# TASK REQUIREMENTS:
Each line of the records that holds "leaf" should be shown in full.

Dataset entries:
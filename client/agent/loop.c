/* The driver's whole run; see loop.h. */
#include "client/agent/loop.h"

#include <stdio.h>
#include <string.h>
#include <time.h>

#include "client/agent/fetch.h"
#include "client/agent/slot.h"
#include "client/agent/watch.h"
#include "server/base/alloc.h"
#include "server/base/text.h"

#define REQUEST_S 5 /* a service that hangs must not keep the driver from ramping down */

/* ---- opening ---- */

static enum qb_status check_station(struct driver *d, struct qb_error *e)
{
	const struct campaign *c = d->campaign;
	d->station = plan_station(c->plan, d->opt.station);
	if (d->station < 0)
		return qb_fail(e, QB_REFUSED, "--station", "see the plan's network", "the network has no station '%s'",
		               d->opt.station);
	if (station_of_driver(c, d->home.name) != d->station)
		return qb_fail(e, QB_REFUSED, "--station", "see the plan's parties: drivers", "%s does not drive %s",
		               d->home.name, d->opt.station);
	d->place = place_of_driver(c, d->home.name);
	return QB_OK;
}

static enum qb_status find_campaign(struct driver *d, struct qb_error *e)
{
	enum qb_status st = follow_update(&d->follow, &d->link, e);
	if (st != QB_OK)
		return st;
	watch_contact(d);
	d->campaign = view_campaign(&d->follow.view, d->opt.campaign);
	if (d->campaign == NULL)
		return qb_fail(e, QB_NOT_FOUND, "campaign", "see quietbell campaign list",
		               "the ledger has no campaign '%s'", d->opt.campaign);
	return QB_OK;
}

enum qb_status loop_open(struct driver *d, const struct driver_options *opt, const struct log *log,
                         volatile sig_atomic_t *stopping, struct qb_error *e)
{
	*d = (struct driver){.opt = *opt, .log = *log, .system = clock_system(), .stopping = stopping};
	d->recipe = QB_NEW_ARRAY(struct buf, DRIVER_READY_AHEAD);
	enum qb_status st = home_open(opt->home, false, &d->home, e);
	if (st == QB_OK)
		st = link_open(&d->link, &d->home, opt->service, e);
	if (st == QB_OK) {
		d->link.timeout_s = REQUEST_S;
		st = home_unlock(&d->home, opt->passphrase_file, d->link.rehearsal, e);
	}
	if (st == QB_OK)
		st = follow_open(&d->follow, &d->home, e);
	if (st == QB_OK)
		st = find_campaign(d, e);
	if (st == QB_OK)
		st = check_station(d, e);
	if (st == QB_OK)
		st = sink_open(opt->sink, &d->sink, e);
	return st;
}

void loop_close(struct driver *d)
{
	for (int i = 0; i < DRIVER_READY_AHEAD; i++)
		buf_wipe(&d->recipe[i]);
	qb_free(d->recipe);
	prekeys_close(&d->prekeys);
	sink_close(&d->sink);
	follow_close(&d->follow);
	link_close(&d->link);
	home_close(&d->home);
	*d = (struct driver){0};
}

/* ---- one-time keys ---- */

static void about_prekeys(const struct driver *d, struct prekeys_for *out)
{
	*out = (struct prekeys_for){.place = d->place, .count = d->campaign->n_slots};
	memcpy(out->campaign, d->campaign->id, sizeof out->campaign);
	snprintf(out->station, sizeof out->station, "%s", driver_station(d)->name);
}

static enum qb_status upload(struct driver *d, const struct buf *points, struct qb_error *e)
{
	uint8_t hash[64];
	json_t *extra = json_object(), *body = NULL;
	char *path = text_printf("/v1/campaigns/%s/prekeys", d->campaign->name);
	blake2b_512(hash, points->data, points->len);
	json_object_set_new(extra, "station", json_string(driver_station(d)->name));
	json_object_set_new(extra, "place", json_integer(d->place));
	json_object_set_new(extra, "count", json_integer(d->campaign->n_slots));
	json_object_set_new(extra, "points_hash", json_hex_new(hash, sizeof hash));
	enum qb_status st = link_entry(&d->link, "prekeys", d->campaign->id, "", extra, &body, NULL, e);
	if (st == QB_OK) {
		char *text = base64_encode(points->data, points->len);
		json_object_set_new(body, "points", json_string(text));
		qb_free(text);
		st = link_post(&d->link, path, body, NULL, e);
	}
	json_decref(body);
	qb_free(path);
	return st;
}

/* The hash of this station's points as the ledger has it; false while there is none. */
static bool entered_points(const struct driver *d, uint8_t hash[static 64])
{
	bool found = false;
	for (uint64_t i = (uint64_t)d->campaign->plan_seq; i < d->follow.n; i++) {
		struct entry leaf;
		struct wire_entry w;
		struct qb_error ignored = {0};
		if (follow_entry(&d->follow, i, &leaf, &w, &ignored) != QB_OK)
			continue;
		if (strcmp(w.type->type, "prekeys") == 0 &&
		    memcmp(w.campaign, d->campaign->id, sizeof w.campaign) == 0 &&
		    strcmp(wire_entry_text(&w, "station"), driver_station(d)->name) == 0 &&
		    wire_entry_int(&w, "place") == (int64_t)d->place) {
			wire_entry_hex(&w, "points_hash", hash, 64);
			found = true;
		}
		wire_entry_free(&w);
	}
	return found;
}

static enum qb_status check_entered(const struct buf *points, const uint8_t entered[static 64], const char *path,
                                    struct qb_error *e)
{
	uint8_t hash[64];
	blake2b_512(hash, points->data, points->len);
	if (memcmp(hash, entered, sizeof hash) == 0)
		return QB_OK;
	return qb_fail(e, QB_REFUSED, path, "use the home directory from which they were sent",
	               "these one-time keys are not the ones that the service has");
}

static enum qb_status ensure_prekeys(struct driver *d, struct qb_error *e)
{
	struct prekeys_for what;
	struct buf points = {0};
	struct qb_error missing = {0};
	uint8_t entered[64];
	char *path = NULL;
	bool there = entered_points(d, entered);
	about_prekeys(d, &what);
	enum qb_status st = home_campaign_path(&d->home, d->campaign->id, "prekeys", &path, e);
	if (st == QB_OK) {
		st = prekeys_open(path, &what, &d->prekeys, &missing);
		if (st == QB_NOT_FOUND && there)
			st = qb_fail(e, QB_REFUSED, path, "use the home directory from which they were sent",
			             "the service has one-time keys of this station that are not here");
		else if (st == QB_NOT_FOUND && d->campaign->state >= C_SEALING)
			st = qb_fail(e, QB_REFUSED, d->campaign->name, NULL,
			             "was sealed without one-time keys of this %s",
			             d->place == RECIPE_SPARE ? "spare host" : "station");
		else if (st == QB_NOT_FOUND && (st = prekeys_create(path, &what, &d->home.key, e)) == QB_OK)
			st = prekeys_open(path, &what, &d->prekeys, e);
		else if (st != QB_OK)
			*e = missing;
	}
	if (st == QB_OK)
		st = prekeys_points(d->prekeys, &points, e);
	if (st == QB_OK && there)
		st = check_entered(&points, entered, path, e);
	else if (st == QB_OK)
		st = upload(d, &points, e);
	if (st == QB_OK)
		log_event(&d->log, LOG_INFO_, there ? "one-time-keys-found" : "one-time-keys-sent", NULL);
	buf_free(&points);
	qb_free(path);
	return st;
}

/* ---- the run ---- */

/* Waits for the sealing; the service may come and go meanwhile. */
static enum qb_status wait_sealed(struct driver *d, struct qb_error *e)
{
	struct timespec pause = {.tv_sec = d->link.rehearsal ? 0 : 2, .tv_nsec = d->link.rehearsal ? 50000000 : 0};
	while (d->campaign->state < C_SEALED && !watch_stopping(d)) {
		struct qb_error now = {0};
		enum qb_status st = find_campaign(d, &now);
		if (st == QB_OK && campaign_over(d->campaign))
			return qb_fail(e, QB_REFUSED, d->campaign->name, NULL, "was abandoned by %s: %.200s",
			               d->campaign->ended_by, d->campaign->ended_why);
		if (st != QB_OK && st != QB_UNREACHABLE) {
			*e = now;
			return st;
		}
		if (d->campaign->state < C_SEALED)
			nanosleep(&pause, NULL);
	}
	if (d->campaign->state < C_SEALED)
		return QB_OK;
	log_event(&d->log, LOG_INFO_, "campaign-sealed", NULL);
	return campaign_certified_group(d->campaign, &d->group, e);
}

/* Keys of slots that are over are of no use to anybody but a thief. */
static enum qb_status erase_past(struct driver *d, int64_t now_ns, struct qb_error *e)
{
	enum qb_status st = QB_OK;
	const struct slots *sl = &d->campaign->plan->slots;
	for (int64_t n = 0; st == QB_OK && n < d->campaign->n_slots && slots_start(sl, n + 1) <= now_ns; n++)
		st = prekeys_erase(d->prekeys, n, e);
	return st;
}

/* The campaign ended before its time: from this slot on nothing is played. */
static enum qb_status erase_from(struct driver *d, int64_t slot, struct qb_error *e)
{
	enum qb_status st = QB_OK;
	log_event(&d->log, LOG_INFO_, "campaign-ended-early", NULL);
	for (int64_t n = slot; st == QB_OK && n < d->campaign->n_slots; n++)
		st = prekeys_erase(d->prekeys, n, e);
	return st;
}

/* Tries while the service is out of reach; QB_UNREACHABLE is left only when told to end. */
static enum qb_status insist(struct driver *d,
                             enum qb_status (*get)(struct driver *, int64_t, void *, struct qb_error *), int64_t slot,
                             void *out, struct qb_error *e)
{
	enum qb_status st = QB_UNREACHABLE;
	for (int tries = 0; st == QB_UNREACHABLE && !watch_stopping(d); tries++) {
		char line[600];
		*e = (struct qb_error){0};
		st = get(d, slot, out, e);
		if (st != QB_UNREACHABLE)
			break;
		if (tries % 50 == 0)
			log_event(&d->log, LOG_WARN_, "service-not-answering", "why",
			          qb_error_line(e, line, sizeof line), NULL);
		watch_pause(d, false);
	}
	return st;
}

static enum qb_status get_now(struct driver *d, int64_t slot, void *out, struct qb_error *e)
{
	(void)slot;
	return watch_now(d, out, e);
}

static enum qb_status get_slot(struct driver *d, int64_t slot, void *out, struct qb_error *e)
{
	return watch_slot(d, slot, out, e);
}

static enum qb_status get_recipes(struct driver *d, int64_t slot, void *out, struct qb_error *e)
{
	(void)out;
	return fetch_ahead(d, slot, e);
}

static enum qb_status play_slots(struct driver *d, struct qb_error *e)
{
	enum qb_status st = QB_OK;
	for (int64_t n = 0; st == QB_OK && n < d->campaign->n_slots && !watch_stopping(d); n++) {
		struct watch_slot seen;
		struct qb_error why = {0};
		char line[600];
		bool filed;
		st = insist(d, get_slot, n, &seen, e);
		if (st == QB_OK && watch_ended(&seen))
			return erase_from(d, n, e);
		if (st != QB_OK || seen.reported)
			continue;
		/* Without its recipe the slot is not played, and reported as such. */
		if (insist(d, get_recipes, n, NULL, &why) != QB_OK)
			log_event(&d->log, LOG_WARN_, "recipes-not-fetched", "why",
			          qb_error_line(&why, line, sizeof line), NULL);
		st = slot_run(d, n, &filed, e);
		/* Left unfiled without being told to end: the campaign ended while this slot was waited for. */
		if (st == QB_OK && !filed && !watch_stopping(d) && insist(d, get_slot, n, &seen, &why) == QB_OK &&
		    watch_ended(&seen))
			return erase_from(d, n, e);
	}
	return watch_stopping(d) && st == QB_UNREACHABLE ? QB_OK : st;
}

enum qb_status loop_run(struct driver *d, struct qb_error *e)
{
	int64_t now = 0;
	enum qb_status st = ensure_prekeys(d, e);
	if (st == QB_OK)
		st = wait_sealed(d, e);
	if (st == QB_OK && !watch_stopping(d))
		st = insist(d, get_now, 0, &now, e);
	if (st == QB_OK && !watch_stopping(d))
		st = erase_past(d, now, e);
	if (st == QB_OK)
		st = play_slots(d, e);
	if (watch_stopping(d) && st == QB_UNREACHABLE)
		st = QB_OK;
	if (st == QB_OK)
		log_event(&d->log, LOG_INFO_, watch_stopping(d) ? "told-to-end" : "campaign-played", NULL);
	return st;
}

# RESPONSE AREA:
		struct entry leaf;
		if (follow_entry(&d->follow, i, &leaf, &w, &ignored) != QB_OK)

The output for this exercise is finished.